Bagley believes immigrant families — first English, then Irish, and later Italian — occupied the small apartment buildings from the 1830s to the 1930s, when the structures were demolished to make more room for the Old North Church.

After poring through tax and census records, Bagley said he’s not certain about the families’ socioeconomic statuses or even how many people occupied each of the 400-square foot apartments. He hopes the dig will fill in the gaps in history.

In the two days that Bagley and his team of volunteers have worked in the church’s Washington Garden, spared from the early summer heat by the shade of an old crab tree, they have uncovered hundreds of small objects, including a woman’s blue brooch and several thick animal bones, perhaps from pigs or cows.

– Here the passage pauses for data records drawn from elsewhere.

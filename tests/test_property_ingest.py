"""Property of the ingest (issue 10, item 9): a logger file written in any mix of the habits
the ingest supports gives either a one-line refusal (``LoggerFileError``, exit 2 from the CLI)
or a load whose accounting balances and whose stored values are the generator's, converted to
SI units.

The generator writes invented exports: wide, tall (a row per time and device) and historian
files (a row per time, device and point); delimiter ``,`` ``;`` tab ``|``; decimal point or
comma; a preamble; a units row (sometimes one that contradicts the site file: then the file
must be refused); ISO times with an offset, naive UTC, naive site-local (over daylight-saving
changes) and epoch seconds, in one column or a date and a time column, labelling the start or
the end of the interval, in four zones; W or kW, C or K; sentinels and empty fields; garbage
lines; a repeated line; a last line cut short; a byte-order mark; CRLF line ends. The truth it
states is its own: each value it wrote, at the instant it meant.

``PERFCHECK_FUZZ_EXAMPLES`` sets the number of examples (default 300, about two minutes on a
shared two-core machine; 10000 for the long run of issue 10).
"""

from __future__ import annotations

import math
import os
import tempfile
from pathlib import Path

import pandas as pd
from hypothesis import HealthCheck, given, settings
from hypothesis import strategies as st
from logger_files import SITE

from perfcheck import db
from perfcheck.errors import LoggerFileError
from perfcheck.ingest import UNIT_TO_SI, ingest_files
from perfcheck.site import load_site

EXAMPLES = int(os.environ.get("PERFCHECK_FUZZ_EXAMPLES", "300"))

# UTC instants the series start at: an ordinary day, the spring and autumn changes of
# Europe/Berlin (2024-03-31 01:00 UTC, 2024-10-27 01:00 UTC) and America/New_York
# (2024-11-03 06:00 UTC), New Year. The autumn starts lie in the first pass of the repeated
# hour, so that a naive local file tells the two passes apart by the order of its lines.
STARTS = ("2024-06-01 10:00", "2024-03-31 00:30", "2024-10-27 00:15", "2024-11-03 05:30",
          "2023-12-31 23:00")
ZONES = ("Europe/Berlin", "America/New_York", "Asia/Kolkata", "UTC")
GARBAGE = ("Total", "end of export", "ERROR 42: sensor bus", "#;#;#", '"unclosed, quote',
           "Summe,,,,", "x\ty\tz", "---", "Datum|Zeit")
PREAMBLE = st.text(st.sampled_from('abcXYZ 0123:;,|"#=-_.äµ\t'), min_size=1, max_size=30).filter(
    lambda s: s.strip() != "")
# (name in the file, quantity, stored name, device in a wide file)
POWER, IRR, TEMP = ("P AC", "ac_power", "ac_power_w"), ("Einstrahlung", "poa", "poa_wm2"), (
    "Température", "temp_module", "temp_module_c")
DEVICES = (("WR 1", "INV1"), ("WR 2", "INV2"), ("Met", "site"))
UNIT_TEXT = {"W": "[W]", "kW": "kW", "W/m2": "W/m²", "C": "°C", "K": "(K)"}


def _number(draw, lo: int, hi: int, decimal: str) -> str:
    v = draw(st.integers(lo, hi)) / draw(st.sampled_from([1, 10, 1000]))
    text = repr(v) if draw(st.booleans()) else f"{v:g}"
    return text.replace(".", ",") if decimal == "," else text


def _value(draw, lo: int, hi: int, decimal: str, sentinels: tuple[str, ...]) -> str:
    """A value as written: a number, or (missing) an empty field or a sentinel."""
    kind = draw(st.sampled_from(["n", "n", "n", "n", "empty", "sentinel"]))
    if kind == "empty":
        return ""
    if kind == "sentinel" and sentinels:
        return draw(st.sampled_from(sentinels))
    return _number(draw, lo, hi, decimal)


def _time_fields(t: pd.Timestamp, kind: str, zone: str, split: bool) -> list[str]:
    if kind == "iso":
        return [t.tz_convert(zone).isoformat()]
    if kind == "epoch":
        return [str(int(t.timestamp()))]
    wall = t.tz_convert("UTC" if kind == "utc" else zone)
    return [wall.strftime("%d.%m.%Y"), wall.strftime("%H:%M")] if split else [
        wall.strftime("%Y-%m-%d %H:%M")]


def _toml(s: str | list) -> str:
    if isinstance(s, list):
        return "[" + ", ".join(_toml(x) for x in s) + "]"
    return '"' + s.replace("\\", "\\\\").replace('"', '\\"').replace("\t", "\\t") + '"'


@st.composite
def exports(draw):
    """(site TOML, file bytes, truth, expect): truth maps (UTC instant, stored quantity, device)
    to the SI value; expect is 'load' or 'refuse' (a units row contradicting the site file),
    with the counts of data lines and of lines that must be quarantined."""
    layout = draw(st.sampled_from(["wide", "tall", "historian"]))
    delimiter = draw(st.sampled_from([",", ";", "\t", "|"]))
    decimal = "," if delimiter != "," and draw(st.booleans()) else "."
    zone = draw(st.sampled_from(ZONES))
    kind = draw(st.sampled_from(["iso", "utc", "local", "epoch"]))
    split = kind in ("utc", "local") and draw(st.booleans())
    label = draw(st.sampled_from(["start", "end"]))
    interval = draw(st.sampled_from([1, 5, 15]))
    p_unit, t_unit = draw(st.sampled_from(["W", "kW"])), draw(st.sampled_from(["C", "K"]))
    sentinels = draw(st.sampled_from([(), ("-9999",), ("#N/A", "-9999")]))
    units_row = layout != "historian" and draw(st.booleans())
    wrong_unit = units_row and draw(st.integers(0, 9)) == 0
    preamble = draw(st.lists(PREAMBLE, max_size=3))
    start = pd.Timestamp(draw(st.sampled_from(STARTS)), tz="UTC")
    n = draw(st.integers(1, 10))

    time_cols = ["Datum", "Zeit"] if split else ["Zeitstempel"]
    fmt = "%d.%m.%Y %H:%M" if split else "%Y-%m-%d %H:%M"
    units = {POWER[0]: p_unit, IRR[0]: "W/m2", TEMP[0]: t_unit}
    shift = pd.Timedelta(minutes=interval if label == "end" else 0)
    truth: dict[tuple[pd.Timestamp, str, str], float] = {}
    lines: list[tuple[str, set]] = []  # each data line with the truth keys it writes

    def record(t: pd.Timestamp, col: tuple[str, str, str], device: str, text: str) -> set:
        if text == "" or text in sentinels:
            return set()
        factor, offset = UNIT_TO_SI[units[col[0]]]
        key = (t - shift, col[2], device)
        truth[key] = float(text.replace(",", ".")) * factor + offset
        return {key}

    def row(fields: list[str], keys: set) -> None:
        lines.append((delimiter.join(fields), keys))

    for i in range(n):
        t = start + pd.Timedelta(minutes=interval * (i + (label == "end")))
        times = _time_fields(t, kind, zone, split)
        p = [_value(draw, 0, 12000, decimal, sentinels) for _ in range(2)]
        g, temp = (_value(draw, 0, 1300, decimal, sentinels),
                   _value(draw, 250, 350, decimal, sentinels))
        if layout == "wide":
            row([*times, p[0], g, temp], record(t, POWER, "INV1", p[0])
                | record(t, IRR, "site", g) | record(t, TEMP, "site", temp))
        elif layout == "tall":
            row([*times, "WR 1", p[0], "", ""], record(t, POWER, "INV1", p[0]))
            row([*times, "WR 2", p[1], "", ""], record(t, POWER, "INV2", p[1]))
            row([*times, "Met", "", g, temp], record(t, IRR, "site", g)
                | record(t, TEMP, "site", temp))
        else:
            for (dev, target), col, text in ((DEVICES[0], POWER, p[0]), (DEVICES[1], POWER, p[1]),
                                              (DEVICES[2], IRR, g), (DEVICES[2], TEMP, temp)):
                if text != "":  # a historian writes no row for a missing value
                    row([*times, dev, col[0], text], record(t, col, target, text))

    header = time_cols + {"wide": [POWER[0], IRR[0], TEMP[0]],
                          "tall": ["Gerät", POWER[0], IRR[0], TEMP[0]],
                          "historian": ["Gerät", "Punkt", "Wert"]}[layout]
    if lines and draw(st.booleans()):  # an overlapping export repeats a line (next to it:
        # a naive local time out of order would move to the other pass of a repeated hour)
        at = draw(st.integers(0, len(lines) - 1))
        lines.insert(at + 1, lines[at])
    garbage = draw(st.lists(st.sampled_from(GARBAGE), max_size=3))
    for text in garbage:
        lines.insert(draw(st.integers(0, len(lines))), (text, None))  # None: quarantined
    cut = bool(lines) and lines[-1][1] is not None and draw(st.booleans())
    if cut:  # the file is still being written: its last line ends before its last field
        last = lines[-1][0]
        lines[-1] = (last[:draw(st.integers(1, last.rindex(delimiter)))], None)
        kept = set().union(*(k for _, k in lines if k is not None))
        truth = {k: v for k, v in truth.items() if k in kept}
    quarantined = sum(1 for text, k in lines if k is None and text.strip())
    data_lines = sum(1 for text, _ in lines if text.strip())
    head = [*preamble, delimiter.join(header)]
    if units_row:
        head.append(delimiter.join(
            ["" for _ in time_cols] + ([""] if layout == "tall" else [])
            + [UNIT_TEXT["W" if u == "kW" else "kW"] if wrong_unit and name == POWER[0]
               else UNIT_TEXT[u] for name, u in units.items()]))
    eol = "\r\n" if draw(st.booleans()) else "\n"
    end = "" if cut or not draw(st.booleans()) else eol
    text = eol.join(head + [line for line, _ in lines]) + end
    body = ("\ufeff" if draw(st.booleans()) else "") + text

    columns = [(POWER, p_unit, "INV1"), (IRR, "W/m2", None), (TEMP, t_unit, None)]
    toml = ["[[loggers]]", 'name = "fuzz"', 'match = "*.csv"', f"interval_min = {interval}",
            f"delimiter = {_toml(delimiter)}", f"decimal = {_toml(decimal)}",
            f"preamble_lines = {len(preamble)}", f"units_row = {str(units_row).lower()}",
            f"sentinels = {_toml(list(sentinels))}"]
    if layout != "wide":
        toml.append('device_column = "Gerät"')
    if layout == "historian":
        toml += ['point_column = "Punkt"', 'value_column = "Wert"']
    if layout != "wide":
        toml += ["[loggers.devices]"] + [f"{_toml(d)} = {_toml(t)}" for d, t in DEVICES]
    toml += ["[loggers.time]", f"columns = {_toml(time_cols)}", f'kind = "{kind}"',
             f'label = "{label}"'] + ([f"format = {_toml(fmt)}"] if kind in ("utc", "local")
                                     else [])
    for (name, quantity, _), unit, inverter in columns:
        toml += ["[[loggers.columns]]", f"name = {_toml(name)}", f'quantity = "{quantity}"',
                 f'unit = "{unit}"']
        if inverter and layout == "wide":
            toml.append(f'inverter = "{inverter}"')
    site = SITE.format(timezone=zone) + "\n" + "\n".join(toml) + "\n"
    expect = "refuse" if wrong_unit else "load"
    return site, body.encode("utf-8"), truth, expect, data_lines, quarantined


def _load(tmp: Path, site_text: str, body: bytes):
    (tmp / "site.toml").write_text(site_text, encoding="utf-8")
    log = tmp / "export.csv"
    log.write_bytes(body)
    site = load_site(tmp / "site.toml")
    con = db.connect(tmp / "site.duckdb")
    try:
        (res,) = ingest_files(con, site, [log])
        stored = con.execute("SELECT ts, quantity, device, value FROM readings").fetchall()
    finally:
        con.close()
    return res, stored


def check_export(case, tmp: Path) -> str:
    """Ingest one generated export in the empty folder ``tmp`` and assert the property;
    returns 'refused' or 'loaded'."""
    site_text, body, truth, expect, data_lines, quarantined = case
    try:
        res, stored = _load(tmp, site_text, body)
    except LoggerFileError as err:
        assert expect == "refuse", str(err)
        assert "\n" not in str(err) and "P AC" in str(err)
        return "refused"
    assert expect == "load"
    assert res.rows_read == data_lines
    assert res.rows_read == res.rows_loaded + res.rows_duplicate + res.rows_quarantined
    assert res.rows_quarantined == quarantined
    got = {(pd.Timestamp(ts).tz_convert("UTC"), q, d): v for ts, q, d, v in stored}
    assert set(got) == set(truth)
    for key, value in truth.items():
        assert math.isclose(got[key], value, rel_tol=1e-12, abs_tol=1e-9), (key, got[key], value)
    return "loaded"


@settings(max_examples=EXAMPLES, deadline=None,
          suppress_health_check=[HealthCheck.too_slow, HealthCheck.data_too_large])
@given(case=exports())
def test_any_export_is_refused_in_one_line_or_loaded_exactly(tmp_path_factory, case):
    with tempfile.TemporaryDirectory(dir=tmp_path_factory.getbasetemp()) as tmp:
        check_export(case, Path(tmp))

Such items were likely discarded, Bagley said, but even food remains can tell a rich story because they may indicate what the families could afford to eat.

The archeological survey comes ahead of the church’s planned garden renovation, part of a multimillion dollar effort to restore Boston’s oldest standing church. The archeologists are in the first step of a possible two-stage project: If their preliminary survey, which lasts until next Thursday, yields interesting items, they will, quite literally, dig deeper. Just last month, Bagley helped excavate a 19th-century shipwreck from a Seaport construction site.

For now, though, at the Old North Church, they will work slowly, centimeter by centimeter, in a small trench, collecting items and evaluating their historical value.

“Wow,’’ Bagley said as one of the volunteers, Cory Palmer of Jamaica Plain, brought him a medium-sized shard of cream-colored porcelain he had discovered in the trench. Brushing off residual dirt, Bagley examined its curvature and size, holding it as though it were part of a bowl.

“It looks like something I would eat salad from,’’ he said.